本記事では、法人向けに防犯カメラと監視カメラの違いを整理し、AIを活用した最新のセキュリティシステムや導入事例などをご紹介します。

目次

1. 防犯カメラと監視カメラの違いとは?

一般的な定義

防犯カメラと監視カメラは、どちらも映像を記録するという基本的な機能は共通していますが、一般的には使用目的に応じて呼び方が使い分けられています

防犯カメラは、主に犯罪の抑止を目的として設置され、建物の入口付近や人目につく場所に設置されることが一般的です。

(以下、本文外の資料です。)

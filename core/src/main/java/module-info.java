/**
 * strainmath core: quantities with units, strain gauges, exact Wheatstone-bridge equations and
 * the per-sample kernels that convert blocks of bridge readings to strain.
 *
 * <p>Exported: {@link org.strainmath.quantity} (immutable quantities with units) and
 * {@link org.strainmath.bridge} (gauges, bridge arms, bridges and their block kernels). The
 * package {@code org.strainmath.internal} holds argument checks and formatting shared by the
 * exported packages and is not exported.
 */
module org.strainmath.core {
    exports org.strainmath.quantity;
    exports org.strainmath.bridge;
}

一方、監視カメラは、業務中の行動確認や業務効率の向上、内部不正の防止など、監視そのものを目的として使用されるケースが多く、工場や屋内の目立たない場所などにも設置されます。

法的・技術的な違い

実は、防犯カメラと監視カメラの間に明確な法律上の定義や技術的な違いはありません。呼称の違いはあくまでも使用目的や設置意図によるものであり、カメラの機能や性能そのものに大きな違いがあるわけではありません。ただし、システムの運用方法によってはプライバシー保護などの法的配慮が必要となるため、設置目的を明確にしておくことが重要です。

イメージや利用目的の違い

防犯カメラは「抑止」のために、あえて目立つように設置されることが多く、犯罪者への心理的な圧力として機能します。これに対し、監視カメラは「監視・管理」が目的であり、対象者に意識させない設置が行われることもあります。セキュリティにおいては、この「見せるカメラ」と「見せないカメラ」の違いが、目的に応じた効果を発揮するポイントのひとつになります。

補足:防犯カメラと監視カメラ違いまとめ

項目防犯カメラ監視カメラ
主な目的犯罪抑止業務管理・監視
設置場所入口、屋外、駐車場オフィス、工場、作業エリア
視認性あえて目立つように設置目立たない場所に設置される場合もある
主な用途侵入防止、盗難対策業務確認、安全管理
AI活用不審者検知など行動分析、異常検知

2. 一般的な防犯カメラ・監視カメラの種類

監視カメラ・防犯カメラのの種類(例)

アナログカメラ(CCTV)

アナログカメラ(CCTV)は、従来から広く利用されてきた監視カメラの方式で、同軸ケーブルを使って映像信号を録画装置へ伝送します。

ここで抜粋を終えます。